Saved entries

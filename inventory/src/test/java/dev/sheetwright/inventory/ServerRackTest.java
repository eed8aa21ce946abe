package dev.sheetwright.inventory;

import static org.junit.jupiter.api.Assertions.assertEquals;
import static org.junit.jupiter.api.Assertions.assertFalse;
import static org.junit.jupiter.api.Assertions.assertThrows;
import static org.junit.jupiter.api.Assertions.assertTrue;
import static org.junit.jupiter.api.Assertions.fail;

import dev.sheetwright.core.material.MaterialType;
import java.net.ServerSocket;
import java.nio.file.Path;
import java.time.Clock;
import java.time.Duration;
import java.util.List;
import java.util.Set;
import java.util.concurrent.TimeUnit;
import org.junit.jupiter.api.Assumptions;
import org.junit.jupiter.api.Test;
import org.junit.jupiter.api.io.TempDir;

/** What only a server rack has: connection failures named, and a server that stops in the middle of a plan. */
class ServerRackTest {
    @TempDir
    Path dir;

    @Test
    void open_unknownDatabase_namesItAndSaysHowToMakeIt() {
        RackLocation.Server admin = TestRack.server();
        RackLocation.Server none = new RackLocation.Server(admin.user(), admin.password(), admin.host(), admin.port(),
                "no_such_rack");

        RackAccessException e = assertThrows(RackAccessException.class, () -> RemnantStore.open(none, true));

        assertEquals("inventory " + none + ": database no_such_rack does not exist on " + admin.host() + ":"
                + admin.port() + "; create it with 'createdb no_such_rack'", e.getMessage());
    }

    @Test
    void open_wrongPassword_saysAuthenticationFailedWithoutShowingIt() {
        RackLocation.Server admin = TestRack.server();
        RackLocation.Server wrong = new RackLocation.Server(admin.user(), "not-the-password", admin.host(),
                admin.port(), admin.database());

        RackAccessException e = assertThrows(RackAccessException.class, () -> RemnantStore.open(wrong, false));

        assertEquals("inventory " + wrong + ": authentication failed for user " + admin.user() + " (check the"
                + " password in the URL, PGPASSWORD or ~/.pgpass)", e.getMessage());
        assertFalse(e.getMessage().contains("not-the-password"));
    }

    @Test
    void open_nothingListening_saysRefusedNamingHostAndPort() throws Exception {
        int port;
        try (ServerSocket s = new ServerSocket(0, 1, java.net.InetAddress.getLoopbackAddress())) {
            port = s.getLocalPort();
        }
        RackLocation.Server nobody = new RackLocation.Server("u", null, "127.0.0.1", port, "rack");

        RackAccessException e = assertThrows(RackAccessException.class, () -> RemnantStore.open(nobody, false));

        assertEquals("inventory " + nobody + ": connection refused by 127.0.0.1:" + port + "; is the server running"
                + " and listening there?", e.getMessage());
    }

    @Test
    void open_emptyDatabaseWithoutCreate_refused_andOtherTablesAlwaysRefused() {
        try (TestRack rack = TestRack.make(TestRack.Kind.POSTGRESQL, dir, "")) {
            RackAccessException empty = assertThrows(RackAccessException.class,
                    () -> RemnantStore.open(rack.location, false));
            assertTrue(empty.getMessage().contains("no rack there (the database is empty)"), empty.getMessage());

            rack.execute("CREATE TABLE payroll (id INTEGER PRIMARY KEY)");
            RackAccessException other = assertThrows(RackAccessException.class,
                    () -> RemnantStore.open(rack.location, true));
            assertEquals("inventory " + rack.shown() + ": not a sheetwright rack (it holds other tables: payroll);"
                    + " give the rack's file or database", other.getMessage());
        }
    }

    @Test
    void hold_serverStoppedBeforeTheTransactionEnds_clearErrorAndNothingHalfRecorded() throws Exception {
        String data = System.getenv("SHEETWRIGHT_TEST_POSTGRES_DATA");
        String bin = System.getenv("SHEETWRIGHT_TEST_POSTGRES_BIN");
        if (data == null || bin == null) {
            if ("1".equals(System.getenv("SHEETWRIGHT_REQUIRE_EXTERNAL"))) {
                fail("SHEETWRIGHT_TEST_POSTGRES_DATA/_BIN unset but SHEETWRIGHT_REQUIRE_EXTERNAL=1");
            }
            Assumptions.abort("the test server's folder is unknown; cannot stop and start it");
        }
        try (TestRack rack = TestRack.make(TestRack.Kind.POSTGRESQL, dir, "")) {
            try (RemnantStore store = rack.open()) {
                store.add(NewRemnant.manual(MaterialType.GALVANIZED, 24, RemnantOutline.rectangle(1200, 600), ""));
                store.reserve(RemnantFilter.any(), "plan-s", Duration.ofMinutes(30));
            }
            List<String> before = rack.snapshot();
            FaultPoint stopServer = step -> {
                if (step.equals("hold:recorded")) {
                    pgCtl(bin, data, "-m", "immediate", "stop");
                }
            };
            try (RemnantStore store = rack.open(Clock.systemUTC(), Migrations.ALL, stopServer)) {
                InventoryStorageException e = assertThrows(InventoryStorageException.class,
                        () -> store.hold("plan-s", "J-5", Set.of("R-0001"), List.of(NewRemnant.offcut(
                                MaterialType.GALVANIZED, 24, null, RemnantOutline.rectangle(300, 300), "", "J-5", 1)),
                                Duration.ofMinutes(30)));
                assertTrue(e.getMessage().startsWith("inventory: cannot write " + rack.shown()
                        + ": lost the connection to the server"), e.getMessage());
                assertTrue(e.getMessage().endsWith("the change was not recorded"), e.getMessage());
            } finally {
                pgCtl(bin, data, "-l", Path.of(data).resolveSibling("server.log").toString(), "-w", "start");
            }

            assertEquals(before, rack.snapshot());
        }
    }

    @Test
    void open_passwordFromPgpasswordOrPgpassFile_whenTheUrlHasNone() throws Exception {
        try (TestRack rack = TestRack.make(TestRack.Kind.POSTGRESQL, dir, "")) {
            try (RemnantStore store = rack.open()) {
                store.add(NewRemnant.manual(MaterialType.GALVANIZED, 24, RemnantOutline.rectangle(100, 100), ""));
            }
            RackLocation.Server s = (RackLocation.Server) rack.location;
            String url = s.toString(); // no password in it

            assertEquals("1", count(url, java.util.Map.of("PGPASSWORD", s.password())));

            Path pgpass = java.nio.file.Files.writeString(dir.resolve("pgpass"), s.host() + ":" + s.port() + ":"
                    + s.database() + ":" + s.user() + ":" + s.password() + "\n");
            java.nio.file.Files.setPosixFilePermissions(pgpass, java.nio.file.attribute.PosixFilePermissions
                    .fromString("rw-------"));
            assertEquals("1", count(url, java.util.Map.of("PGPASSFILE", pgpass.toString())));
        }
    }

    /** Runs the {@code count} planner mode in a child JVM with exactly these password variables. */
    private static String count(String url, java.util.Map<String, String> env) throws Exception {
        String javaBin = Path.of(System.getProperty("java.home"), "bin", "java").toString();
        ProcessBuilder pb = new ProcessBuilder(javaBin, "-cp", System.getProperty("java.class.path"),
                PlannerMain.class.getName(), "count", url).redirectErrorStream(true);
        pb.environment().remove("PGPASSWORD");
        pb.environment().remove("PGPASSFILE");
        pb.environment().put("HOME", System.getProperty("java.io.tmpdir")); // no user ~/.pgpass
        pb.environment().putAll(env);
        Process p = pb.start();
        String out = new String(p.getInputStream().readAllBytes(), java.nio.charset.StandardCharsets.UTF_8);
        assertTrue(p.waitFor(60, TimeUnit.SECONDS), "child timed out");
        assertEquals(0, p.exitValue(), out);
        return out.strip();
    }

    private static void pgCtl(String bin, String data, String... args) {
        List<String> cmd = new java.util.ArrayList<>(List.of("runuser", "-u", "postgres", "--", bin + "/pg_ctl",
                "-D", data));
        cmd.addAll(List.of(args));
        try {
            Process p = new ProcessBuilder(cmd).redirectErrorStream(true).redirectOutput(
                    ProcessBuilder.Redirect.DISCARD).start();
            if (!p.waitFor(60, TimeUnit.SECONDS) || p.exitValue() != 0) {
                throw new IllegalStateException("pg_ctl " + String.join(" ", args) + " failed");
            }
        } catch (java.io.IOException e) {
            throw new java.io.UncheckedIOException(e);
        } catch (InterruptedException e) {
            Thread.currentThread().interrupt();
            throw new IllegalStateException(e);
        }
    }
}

Action item
Repeat each line of the data above, exactly as it appears, from the first through the line that contains "import org.junit.jupiter.api.io.TempDir;".

Answer below
filename inventory/src/test/java/dev/sheetwright/inventory/ServerRackTest.java
repository eed8aa21ce946abe
package dev.sheetwright.inventory;

import static org.junit.jupiter.api.Assertions.assertEquals;
import static org.junit.jupiter.api.Assertions.assertFalse;
import static org.junit.jupiter.api.Assertions.assertThrows;
import static org.junit.jupiter.api.Assertions.assertTrue;
import static org.junit.jupiter.api.Assertions.fail;

import dev.sheetwright.core.material.MaterialType;
import java.net.ServerSocket;
import java.nio.file.Path;
import java.time.Clock;
import java.time.Duration;
import java.util.List;
import java.util.Set;
import java.util.concurrent.TimeUnit;
import org.junit.jupiter.api.Assumptions;
import org.junit.jupiter.api.Test;
import org.junit.jupiter.api.io.TempDir;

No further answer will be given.